**WHAT THE TASK REQUIRES**
Of the entries below, return exactly those lines that fall between the one containing "math.isfinite(value) else None" and the one containing "def _points(points: np.ndarray)", the two end lines included.

**INFORMATION PROVIDED**
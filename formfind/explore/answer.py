"""The page's answer to a set of settings: find the axis, analyse and check it, and say it as JSON.

`Explorer` holds one case file (its table and validated `Case`) and answers the page: `answer` for the
drawing and the numbers, `toml` for the case file of the current settings, `dxf` for its drawing.
The last few answers are kept (dragging back over a value answers at once), and each answer's linear
programs start from the simplex bases the previous one left (`remembered_bases`). Nothing here computes
mechanics: it calls `find_shape`, `analyse` and `check`, exactly as `formfind run` does.

Units in the JSON: m, kN, kNm; keys carry them. Non-finite numbers are null.
"""

from __future__ import annotations

import math
import threading
import time
from collections import OrderedDict
from dataclasses import dataclass, replace
from pathlib import Path
from typing import Any

import numpy as np

from formfind.errors import CaseError
from formfind.explore.settings import TRIAL_COMBINATION, PageSettings, apply, initial_settings
from formfind.model.case import Case, parse_case, read_case_table

KEPT_ANSWERS = 32
MAX_THRUST_LINES = 4
DIGITS = 6  # significant digits of the numbers sent to the page (drawing and display, not calculation)
CAUTION = ("An aid to a qualified engineer: local codes and licensed practice govern; the factors in the "
           "example cases are examples, not code values.")


@dataclass(frozen=True, eq=False)
class Solved:
    """One set of settings found, analysed and checked."""

    table: dict[str, Any]
    case: Case
    shape: Any
    analysis: Any
    checks: Any
    seconds: float


def _num(value: float) -> float | None:
    value = float(value)
    return float(f"{value:.{DIGITS}g}") if math.isfinite(value) else None


def _list(values) -> list[float | None]:
    return [_num(v) for v in np.asarray(values, dtype=float).ravel()]


def _points(points: np.ndarray) -> list[list[float | None] | None]:
    out = []
    for x, y in np.asarray(points, dtype=float):
        out.append([_num(x), _num(y)] if math.isfinite(x) and math.isfinite(y) else None)
    return out


class Explorer:
    """Answers the page for one case file (thread-safe: one computation at a time)."""

    def __init__(self, path: str | Path) -> None:
        from formfind.design.governing import governing_groups

        self.file = str(path)
        self.table = read_case_table(path)
        self.case = parse_case(self.table, self.file)
        self.governing = list(governing_groups(self.case))
        self.start = initial_settings(self.table, self.case)
        self._kept: OrderedDict[PageSettings, Solved] = OrderedDict()
        self._bases: dict = {}  # optimal simplex bases of the last answer's programs, by shape
        self.busy = threading.RLock()  # one computation at a time; callers may hold it across calls

    # ------------------------------------------------------------------------------ computing
    def table_for(self, settings: PageSettings) -> dict[str, Any]:
        """The case file's table with ``settings`` applied (not yet validated)."""
        return apply(self.table, settings, self.case, self.governing, self.file)

    def solve(self, settings: PageSettings) -> Solved:
        """Find, analyse and check the case under ``settings`` (kept for the next request).

        Raises:
            CaseError: if the settings make a case no case file could hold.
            FormfindError: if form finding or the analysis fails (the message says why).
        """
        with self.busy:
            if settings in self._kept:
                self._kept.move_to_end(settings)
                return self._kept[settings]
            from formfind.analysis.engine import analyse
            from formfind.design.check import check
            from formfind.design.convex import remembered_bases
            from formfind.design.shape import find_shape

            t0 = time.perf_counter()
            table = self.table_for(settings)
            case = parse_case(table, self.file)
            with remembered_bases(self._bases):  # the last answer's programs warm-start this one's
                shape = find_shape(case)
            if shape.section != case.section:
                case = replace(case, section=shape.section)
            analysis = analyse(case, axis=shape.axis)
            checks = check(case, analysis)
            solved = Solved(table, case, shape, analysis, checks, time.perf_counter() - t0)
            self._kept[settings] = solved
            while len(self._kept) > KEPT_ANSWERS:
                self._kept.popitem(last=False)
            return solved

    def answer(self, settings: PageSettings) -> dict[str, Any]:
        """The page's JSON for ``settings`` (see `describe`)."""
        return describe(self.solve(settings), settings)

    def toml(self, settings: PageSettings) -> str:
        """The case file of ``settings``, validated first (a case `formfind run` takes as it is)."""
        import tomli_w

        table = self.table_for(settings)
        parse_case(table, self.file)
        header = (f"# Saved by formfind explore from {Path(self.file).name}: rise {settings.rise_m:g} m, span "
                  f"{settings.span_m:g} m, depth {settings.depth_m:g} m, {settings.supports.replace('_', '-')}"
                  f"{'' if settings.trial == 'none' else ', with the trial load'}.\n# {CAUTION}\n\n")
        return header + tomli_w.dumps(table)

    def dxf(self, settings: PageSettings) -> bytes:
        """The DXF drawing of the axis found for ``settings``."""
        from formfind.output.package import drawing_bytes

        solved = self.solve(settings)
        return drawing_bytes(solved.case, solved.analysis)


def _thrust_lines(solved: Solved) -> list[dict[str, Any]]:
    from formfind.analysis.response import thrust_line
    from formfind.design.governing import governing_groups

    analysis = solved.analysis
    axis = analysis.axis
    response = analysis.combinations if analysis.combinations.count else analysis.cases
    wanted = list(governing_groups(solved.case))
    if TRIAL_COMBINATION in response.groups and TRIAL_COMBINATION not in wanted:
        wanted = [TRIAL_COMBINATION] + wanted
    limit = max(3.0 * float(analysis.section.depth_m.max()), 0.1 * axis.span_m)
    lines = []
    for group in wanted[:MAX_THRUST_LINES]:
        if group not in response.groups:
            continue
        k = response.groups.index(group)
        line = thrust_line(axis.x, axis.y, axis.theta, response.M[k], response.N[k])
        # far outside the rib the offset only says "no compression here": leave a gap
        offset = np.hypot(*(line - np.stack([axis.x, axis.y], axis=-1)).T)
        line[~(offset <= limit)] = np.nan
        lines.append({"name": group, "state": response.names[k], "points": _points(line)})
    return lines


def describe(solved: Solved, settings: PageSettings) -> dict[str, Any]:
    """The JSON the page draws: axis, rib, thrust lines, moments, the summary numbers and verdict rows."""
    from formfind.enums import SupportKind, Verdict

    analysis, shape, checks, case = solved.analysis, solved.shape, solved.checks, solved.case
    axis = analysis.axis
    response = analysis.combinations if analysis.combinations.count else analysis.cases
    depth = analysis.section.depth_m
    M_all = response.M if response.count else np.zeros((1, axis.count))
    trial = None
    if TRIAL_COMBINATION in response.groups:
        k = response.groups.index(TRIAL_COMBINATION)
        trial = _list(response.M[k])
    thrust = np.abs(response.thrust) if response.count else np.zeros(1)
    peak = np.abs(M_all).max(axis=1)
    k_peak = int(np.argmax(peak)) % max(response.count, 1)
    buckling = min((b.critical_factor for b in analysis.buckling), default=math.inf)
    worst = checks.worst
    hinge = (case.hinge_station(axis) if case.supports.kind is SupportKind.THREE_HINGED else None)
    verdict_rows = [r for r in checks.rows if r.verdict is not Verdict.INFO]
    return {
        "ok": True,
        "settings": settings.as_dict(),
        "case": case.name,
        "axis": {"x_m": _list(axis.x), "y_m": _list(axis.y)},
        "intrados_m": _points(axis.intrados(depth)),
        "extrados_m": _points(axis.extrados(depth)),
        "hinge_m": None if hinge is None else [_num(axis.x[hinge]), _num(axis.y[hinge])],
        "thrust_lines": _thrust_lines(solved),
        "moment_kNm": {"max": _list(M_all.max(axis=0)), "min": _list(M_all.min(axis=0)), "trial": trial},
        "summary": {
            "thrust_kN": _num(thrust.max()),
            "peak_moment_kNm": _num(peak.max()),
            "peak_moment_state": response.names[k_peak] if response.count else "",
            "buckling_factor": _num(buckling),
            "worst_utilisation": None if worst is None else _num(worst.utilisation),
            "worst_check": "" if worst is None else worst.name,
            "verdict": "pass" if checks.passed else "fail",
            "objective": _num(shape.value),
            "objective_unit": shape.unit,
            "objective_name": shape.objective.value,
            "gap": None if shape.gap is None else _num(shape.gap),
            "method": shape.method.value,
            "length_m": _num(axis.length_m),
            "seconds": _num(solved.seconds),
        },
        "checks": [{"name": r.name, "value": _num(r.value), "limit": None if r.limit is None else _num(r.limit),
                    "unit": r.unit, "utilisation": None if r.utilisation is None else _num(r.utilisation),
                    "governing": r.combination, "verdict": r.verdict.value} for r in verdict_rows],
        "notes": list(shape.warnings),
        "caution": CAUTION,
    }


def error_answer(exc: Exception, settings: dict[str, Any] | None = None) -> dict[str, Any]:
    """The page's JSON for a request that could not be answered: the one-line message."""
    kind = "case" if isinstance(exc, CaseError) else "analysis"
    return {"ok": False, "kind": kind, "error": str(exc), "settings": settings}
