SECTION = Table(
    "section",
    "The rib: a profile by its dimensions (properties computed), or area_m2 and second_moment_m4 as typed "
    "(width_m alone: a solid rectangle); crown values where the section varies. A material gives example "
    "values of E, G, unit weight and expansion; a key given explicitly wins.",
    (
        Key("variation", SectionVariation, "How the section varies along the axis.",
            default=SectionVariation.CONSTANT.value),
        Key("profile", SectionProfile, "Shape of the cross-section, properties computed from its dimensions: "
            "rectangle (width_m x depth_m), solid_circle (diameter depth_m), tube (outer diameter depth_m, "
            "wall_thickness_m), box (outside width_m x depth_m, web_thickness_m, flange_thickness_m), i_section "
            "(flange width_m, depth_m, web_thickness_m, flange_thickness_m; web in the arch's plane). Not given: "
            "area_m2 and second_moment_m4 as typed.", default=None),
        Key("depth_m", "number", "Overall depth of the rib normal to the axis, in the arch's plane (a circle's "
            "or tube's outer diameter).", "m", positive=True),
        Key("width_m", "number", "Breadth of the rib (of the flanges of an I-section); alone, a solid rectangle "
            "(A = b h, I = b h^3/12).", "m", default=None, positive=True),
        Key("wall_thickness_m", "number", "Wall thickness of a tube.", "m", default=None, positive=True,
            when=("profile", ("tube",))),
        Key("web_thickness_m", "number", "Thickness of each web of a box, or of the web of an I-section.", "m",
            default=None, positive=True, when=("profile", ("box", "i_section"))),
        Key("flange_thickness_m", "number", "Thickness of each flange of a box or an I-section.", "m",
            default=None, positive=True, when=("profile", ("box", "i_section"))),
        Key("area_m2", "number", "Cross-section area (not with a profile).", "m2", default=None, positive=True),
        Key("second_moment_m4", "number", "Second moment of area for bending in the arch's plane (not with a "
            "profile).", "m4", default=None, positive=True),
        Key("lateral_second_moment_m4", "number", "Second moment of area for bending out of the arch's plane; "
            "computed from a profile.", "m4", default=None, positive=True),
        Key("torsion_constant_m4", "number", "St Venant torsion constant J; computed from a profile.", "m4",
            default=None, positive=True),
        Key("warping_constant_m6", "number", "Warping constant I_w; computed from a profile (zero for closed "
            "and solid shapes).", "m6", default=None, minimum=0.0),
        Key("springing_depth_m", "number", "Depth at the springings of a tapered rib.", "m",
            default=None, positive=True, when=("variation", ("tapered",))),
        Key("material", Material, "Example material values (E, G or Poisson's ratio, unit weight, thermal "
            "expansion): steel (E 210 GPa, 78.5 kN/m3), concrete (C30/37: E 33 GPa, 25 kN/m3), glulam (GL24h: "
            "E 11.5 GPa, G 0.65 GPa, 4.2 kN/m3), masonry (clay brick: E 5 GPa, 20 kN/m3). Examples from the "
            "usual standards, quoted from memory: take the governing code's values.", default=None),
        Key("elastic_modulus_MPa", "number", "Young's modulus of the rib; required unless a material gives it.",
            "MPa", default=None, positive=True),
        Key("shear_modulus_MPa", "number", "Shear modulus G; default: the material's, else E / (2 (1 + "
            "poisson_ratio)).", "MPa", default=None, positive=True),
        Key("unit_weight_kN_m3", "number", "Weight density of the rib, for self-weight; default: the "
            "material's, else 0.", "kN/m3", default=None, minimum=0.0),
        Key("thermal_expansion_per_C", "number", "Coefficient of thermal expansion; default: the material's, "
            "else 1.2e-5.", "1/degC", default=None, minimum=0.0),
        Key("shear_area_factor", "number", "Shear area As = factor x A; default: the profile's (Cowper's "
            "coefficient, or the webs' share), else 5/6.", default=None, positive=True, maximum=1.0),
        Key("poisson_ratio", "number", "Poisson's ratio, for the shear modulus; default: the material's, "
            "else 0.2.", default=None, minimum=0.0, maximum=0.5),
    ),
)

STATIONS = Table(
    "stations",
    "Where the axis is sampled. The hinge and the ends of line loads always get a station.",
    (
        Key("count", "integer", f"Number of stations, 3..{MAX_STATIONS}.", default=101, minimum=3,
            maximum=MAX_STATIONS),
        Key("spacing", StationSpacing, "Equal steps in x or in arc length.",
            default=StationSpacing.X.value),
    ),
)

ANALYSIS = Table(
    "analysis",
    "Options of the frame model and the buckling analysis.",
    (
        Key("shear_deformation", "boolean", "Include shear deformation in the frame elements.", default=False),
        Key("axially_rigid", "boolean", "Hold every element's length (no rib shortening; the classical "
            "inextensional assumption) by a constraint, not by a huge area, so the stiffness keeps its "
            "conditioning; the area still gives the stresses. Second-order moments are then amplified by "
            "1 / (1 - 1/alpha): a P-Delta solve needs the axial stiffness.",
            default=False),
        Key("buckling", "boolean", "Compute the in-plane buckling factor of every combination.", default=True),
        Key("accuracy", "number", "Largest estimated relative error of the frame's forces (condition of the "
            "stiffness x backward error of the solve) the checks accept; a rib made nearly rigid by a huge area "
            "(use axially_rigid instead) passes it and fails (1e-6: six good digits, common practice, no source).", default=1e-6,
            positive=True, maximum=0.1),
        Key("buckling_modes", "integer", "Number of buckling modes to find, 1..20.", default=4, minimum=1,
            maximum=20),
        Key("natural_modes", "integer", "Natural modes in the plane to find (frequencies, shapes, modal masses; "
            "mass from the permanent cases and the rib), 0..20; 0: none.", default=6, minimum=0, maximum=20),
        Key("pressure_follows_axis", "boolean",
            "Treat distributed loads as pressure that stays normal to the deflected axis when buckling "
            "(false: loads keep their direction, as gravity loads do).", default=False),
    ),
)
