def _infeasible(limits: Limits, data: ProgramData, solution: NearestSolution, limit_kNm: float) -> str:
    """Why the exact program failed: the geometric limits conflict, or the moment limit is below the
    least peak any admissible axis reaches (found by solving the minimax program)."""
    minimax = solve_program(replace(limits.structure, objective=Objective.MINIMAX), data, None, select=False)
    if minimax.y is None or minimax.value is None:
        return infeasible_message(limits, data.q, minimax.status.value)
    if solution.status.value != "infeasible":
        return f"form finding: the solver stopped with status {solution.status.value!r}"
    return _too_tight(limit_kNm, float(np.max(np.abs(data.moments(minimax.y)))))


def _result(case: Case, axis: Axis, reference: Axis, response: Response, reference_peak: float,
            solution: NearestSolution | None, limits: Limits, section: Section, method: ShapeMethod,
            history: tuple[Iteration, ...], elapsed: float) -> ShapeResult:
    f = case.find
    limit = f.moment_limit_kNm
    d = axis.y - reference.y
    i = int(np.argmax(np.abs(d)))
    w = tributary(axis)
    abs_m = np.abs(response.M)
    k, j = np.unravel_index(int(np.argmax(abs_m)), abs_m.shape)
    peak = float(abs_m[k, j])
    value = _measure(case, axis, reference)
    binds = peak >= limit * (1 - BINDS) and value > 0
    governing: list[GoverningPoint] = []
    if binds:
        duals = solution.moment_duals if solution is not None and solution.moment_duals is not None else None
        for kk, jj in zip(*np.nonzero(abs_m >= limit * (1 - BINDS)), strict=True):
            weight = float(duals[kk, jj]) if duals is not None and duals.shape == abs_m.shape else 0.0
            governing.append(GoverningPoint(response.names[kk], int(jj), float(axis.x[jj]), weight))
        governing.sort(key=lambda g: -g.multiplier)
    active: list[ActiveConstraint] = []
    data_q = limits.rhs(half_depth(section, axis))
    for (name, block), q in zip(limits.structure.blocks, data_q, strict=True):
        rows = np.flatnonzero(np.abs(block @ axis.y - q) <= 1e-7)
        if rows.size and value > 0:
            stations = sorted({int(s) for s in block[rows].indices})
            active.append(ActiveConstraint(name, tuple(stations), float("nan"), "m/m"))
    bound = solution.bound_m if solution is not None else 0.0
    floor = 1e-9 * axis.span_m
    optimum = min(value, solution.least_m) if solution is not None and np.isfinite(solution.least_m) else value
    gap = (optimum - bound) / max(optimum, floor) if bound is not None else float("nan")
    report = NearestReport(
        reference_y_m=reference.y,
        deviation=f.deviation,
        largest_deviation_m=float(abs(d[i])),
        signed_largest_m=float(d[i]),
        largest_at_x_m=float(axis.x[i]),
        rms_deviation_m=float(np.sqrt(np.sum(w * d**2) / np.sum(w))),
        peak_moment_kNm=peak,
        peak_state=response.names[k],
        peak_at_x_m=float(axis.x[j]),
        moment_limit_kNm=limit,
        reference_peak_moment_kNm=reference_peak,
        limit_binds=bool(binds),
    )
    notes = []
    if value == 0:
        notes.append(f"the reference itself keeps |M| within {limit:g} kNm (peak {peak:.4g} kNm) and meets every "
                     "limit: it is returned unchanged")
    fairness = assess(axis)
    notes += list(fairness.warnings(f.concave))
    return ShapeResult(
        axis=axis,
        objective=Objective.NEAREST,
        value=value,
        unit="m",
        checked_value=value,
        dual_bound=bound,
        gap=float(max(gap, 0.0)) if np.isfinite(gap) else gap,
        stationarity=solution.stationarity if solution is not None else 0.0,
        governing=tuple(governing),
        active=tuple(active),
        method=method,
        solver=solution.solver if solution is not None else "none",
        status={ShapeMethod.PROGRAM: "optimal", ShapeMethod.SEQUENTIAL: "converged"}.get(method, "admissible"),
        solve_time_s=elapsed,
        iterations=history,
        section=section,
        states=response.names,
        thrust_kN=float(np.abs(response.thrust).max()) if response.count else float("nan"),
        optimum=optimum,
        symmetric=limits.symmetric,
        fairness=fairness,
        simple_curves=nearby_curves(axis),
        warnings=tuple(notes),
        nearest=report,
    )
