"""The page's settings and how they change a case file's table.

The page holds the rise (m), the span (m), the rib's crown depth (m), the support kind and a trial load
(none, a line load over a stretch of the span, or a point load at an abscissa). `apply` writes them
into a copy of the case file's TOML table; `formfind.model.case.parse_case` then validates the result
by the same rules as any case file, so the page can say nothing a case file could not, and the case
saved from the page is exactly the one shown.

What changes (documented on the page too):
- the rise is held at the page's value (a rise range in [find] is dropped);
- a new span scales every abscissa of the case (loads, the hinge, clearance and site lines, a drawn
  axis, the reference curve), as a trade study does; heights and axle spacings stay;
- a new depth changes the depth of a rectangle, a box or an I-section (its other dimensions kept); a tube
  or a solid circle is scaled similar (diameter over wall thickness kept); a section given by A and I is
  scaled geometrically similar, A x (d/d0)^2 and I x (d/d0)^4 (a tapered rib's springing depth by d/d0);
- the trial load is a variable load case `trial_load` (kN/m per horizontal metre, or kN, downwards)
  and a combination `trial` = every permanent case x 1.0 + the trial load x its factor, judged like the
  case's own ultimate combinations; the axis is found for the case's governing set unless the page asks
  to shape for the trial too.
"""

from __future__ import annotations

import copy
import math
from dataclasses import asdict, dataclass, fields
from pathlib import Path
from typing import Any

from formfind.errors import CaseError

SUPPORT_KINDS = ("three_hinged", "two_hinged", "fixed", "tied")
TRIAL_KINDS = ("none", "line", "point")
TRIAL_CASE = "trial_load"
TRIAL_COMBINATION = "trial"
PAGE = "page"  # the "file" named in errors about the page's own values


@dataclass(frozen=True)
class PageSettings:
    """What the page controls. Lengths in m, line load in kN/m (per horizontal metre, downwards),
    point load in kN (downwards), factor dimensionless."""

    rise_m: float
    span_m: float
    depth_m: float
    supports: str
    trial: str = "none"
    trial_kN_m: float = 10.0
    trial_from_m: float = 0.0
    trial_to_m: float = 0.0
    trial_kN: float = 50.0
    trial_x_m: float = 0.0
    trial_factor: float = 1.0
    shape_for_trial: bool = False

    def as_dict(self) -> dict[str, Any]:
        """The settings as JSON-ready values."""
        return asdict(self)


def initial_settings(table: dict[str, Any], case) -> PageSettings:
    """The page's starting point: the case's own rise, span, crown depth and supports, a trial line
    load over the left half (off until the page switches it on), a point load at the quarter span."""
    span = case.geometry.span_m
    return PageSettings(rise_m=case.geometry.rise_m, span_m=span, depth_m=float(case.section.depth_m),
                        supports=case.supports.kind.value, trial_from_m=0.0, trial_to_m=0.5 * span,
                        trial_x_m=0.25 * span)


def parse_settings(data: Any, start: PageSettings) -> PageSettings:
    """Validate the page's JSON (a partial set of keys is completed from ``start``).

    Raises:
        CaseError: naming the page and the key, for an unknown key, a wrong type or a value no case
            could take.
    """
    if not isinstance(data, dict):
        raise CaseError(PAGE, "", f"expected a JSON object of settings, got {type(data).__name__}")
    known = {f.name: f for f in fields(PageSettings)}
    values = start.as_dict()
    for key, value in data.items():
        if key not in known:
            raise CaseError(PAGE, str(key)[:40], "unknown setting; expected one of " + ", ".join(known))
        kind = known[key].type
        if kind == "float":
            if isinstance(value, bool) or not isinstance(value, int | float) or not math.isfinite(value):
                raise CaseError(PAGE, key, f"expected a finite number, got {str(value)[:40]!r}")
            values[key] = float(value)
        elif kind == "bool":
            if not isinstance(value, bool):
                raise CaseError(PAGE, key, f"expected true or false, got {str(value)[:40]!r}")
            values[key] = value
        else:
            choices = SUPPORT_KINDS if key == "supports" else TRIAL_KINDS
            if value not in choices:
                raise CaseError(PAGE, key, "expected one of " + ", ".join(choices) + f", got {str(value)[:40]!r}")
            values[key] = value
    for key in ("rise_m", "span_m", "depth_m"):
        if values[key] <= 0:
            raise CaseError(PAGE, key, f"expected a positive length, got {values[key]:g}")
    return PageSettings(**values)


def _scale_x(table: dict[str, Any], key: str, k: float) -> None:
    if key in table and isinstance(table[key], int | float) and not isinstance(table[key], bool):
        table[key] = table[key] * k
    elif key in table and isinstance(table[key], list):
        table[key] = [v * k if isinstance(v, int | float) and not isinstance(v, bool) else v for v in table[key]]


def _number(table: dict[str, Any], key: str) -> float | None:
    value = table.get(key)
    return float(value) if isinstance(value, int | float) and not isinstance(value, bool) else None


def apply(table: dict[str, Any], settings: PageSettings, case, governing: list[str], file: str) -> dict[str, Any]:
    """A copy of the case file's ``table`` with the page's ``settings`` written in (module docstring).

    ``case`` is the case file's own validated `Case` (the reference for scaling) and ``governing`` its
    governing combinations, written out so that the trial combination joins them only when asked.
    ``file`` is the case file's path: a relative reference file is made absolute, so that a saved copy
    elsewhere still finds it.
    """
    out = copy.deepcopy(table)
    geometry = out.setdefault("geometry", {})
    k = settings.span_m / case.geometry.span_m
    ky = settings.rise_m / case.geometry.rise_m
    geometry["span_m"] = settings.span_m
    geometry["rise_m"] = settings.rise_m
    if isinstance(geometry.get("points_x_m"), list):
        _scale_x(geometry, "points_x_m", k)
        _scale_x(geometry, "points_y_m", ky)
    supports = out.setdefault("supports", {})
    if settings.supports != case.supports.kind.value or k != 1.0:
        if settings.supports == "three_hinged":
            hinge = _number(supports, "hinge_x_m")
            supports["hinge_x_m"] = (hinge if hinge is not None else 0.5 * case.geometry.span_m) * k
        else:
            supports.pop("hinge_x_m", None)
    supports["kind"] = settings.supports
    section = out.setdefault("section", {})
    d0 = float(case.section.depth_m)
    if settings.depth_m != d0:
        ratio = settings.depth_m / d0
        section["depth_m"] = settings.depth_m
        profile = section.get("profile")
        if profile in ("tube", "solid_circle"):
            _scale_x(section, "wall_thickness_m", ratio)  # a similar tube: D / t kept
        elif profile is None and _number(section, "width_m") is None:
            for key, power in (("area_m2", 2), ("second_moment_m4", 4)):
                value = _number(section, key)
                if value is not None:
                    section[key] = value * ratio**power
            for key, power in (("lateral_second_moment_m4", 4), ("torsion_constant_m4", 4),
                               ("warping_constant_m6", 6)):
                if _number(section, key) is not None:
                    section[key] = section[key] * ratio**power
        _scale_x(section, "springing_depth_m", ratio)
    find = out.setdefault("find", {})
    find.pop("rise_min_m", None)
    find.pop("rise_max_m", None)
    for key in ("clearance_x_m", "envelope_x_m"):
        _scale_x(find, key, k)
    if isinstance(find.get("reference_x_m"), list) and isinstance(find.get("reference_y_m"), list):
        left = float(case.geometry.springing_left_m)
        right = float(case.geometry.springing_right_m)
        xs = [float(v) for v in find["reference_x_m"] if isinstance(v, int | float)]
        ys = [float(v) for v in find["reference_y_m"] if isinstance(v, int | float)]
        if len(xs) == len(ys) == len(find["reference_x_m"]):
            chords = [left + (right - left) * x / case.geometry.span_m for x in xs]
            find["reference_x_m"] = [x * k for x in xs]
            find["reference_y_m"] = [c + ky * (y - c) for c, y in zip(chords, ys, strict=True)]
    if isinstance(find.get("reference_file"), str):
        path = Path(find["reference_file"])
        if not path.is_absolute():
            find["reference_file"] = str((Path(file).parent / path).resolve())
    cases = out.setdefault("cases", [])
    for c in cases:
        for load in c.get("loads", []) if isinstance(c, dict) else []:
            if isinstance(load, dict) and load.get("type") in ("point", "line", "pressure"):
                for key in ("x_m", "from_x_m", "to_x_m"):
                    _scale_x(load, key, k)
    names = [str(c.get("name")) for c in cases if isinstance(c, dict)]
    names += [str(c.get("name")) for c in out.get("combinations", []) if isinstance(c, dict)]
    if settings.trial != "none":
        for name in (TRIAL_CASE, TRIAL_COMBINATION):
            if name in names:
                raise CaseError(file, "cases", f"the page's trial load needs the names {TRIAL_CASE} and "
                                f"{TRIAL_COMBINATION}, and the case uses {name}; rename it to use a trial load")
        if settings.trial == "line":
            load = {"type": "line", "from_x_m": settings.trial_from_m, "to_x_m": settings.trial_to_m,
                    "start_kN_m": settings.trial_kN_m}
        else:
            load = {"type": "point", "x_m": settings.trial_x_m, "down_kN": settings.trial_kN}
        cases.append({"name": TRIAL_CASE, "action": "variable",
                      "description": "Trial load placed on the exploration page.", "loads": [load]})
        factors = {c.name: 1.0 for c in case.cases if c.action.value == "permanent"}
        factors[TRIAL_CASE] = settings.trial_factor
        out.setdefault("combinations", []).append(
            {"name": TRIAL_COMBINATION, "factors": factors, "limit_state": "ultimate",
             "description": "Permanent cases x 1.0 and the page's trial load x its factor."})
        find["governing"] = list(governing) + ([TRIAL_COMBINATION] if settings.shape_for_trial else [])
    return out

**ANSWER TO THIS PROBLEM**
    return float(f"{value:.{DIGITS}g}") if math.isfinite(value) else None


def _list(values) -> list[float | None]:
    return [_num(v) for v in np.asarray(values, dtype=float).ravel()]


def _points(points: np.ndarray) -> list[list[float | None] | None]:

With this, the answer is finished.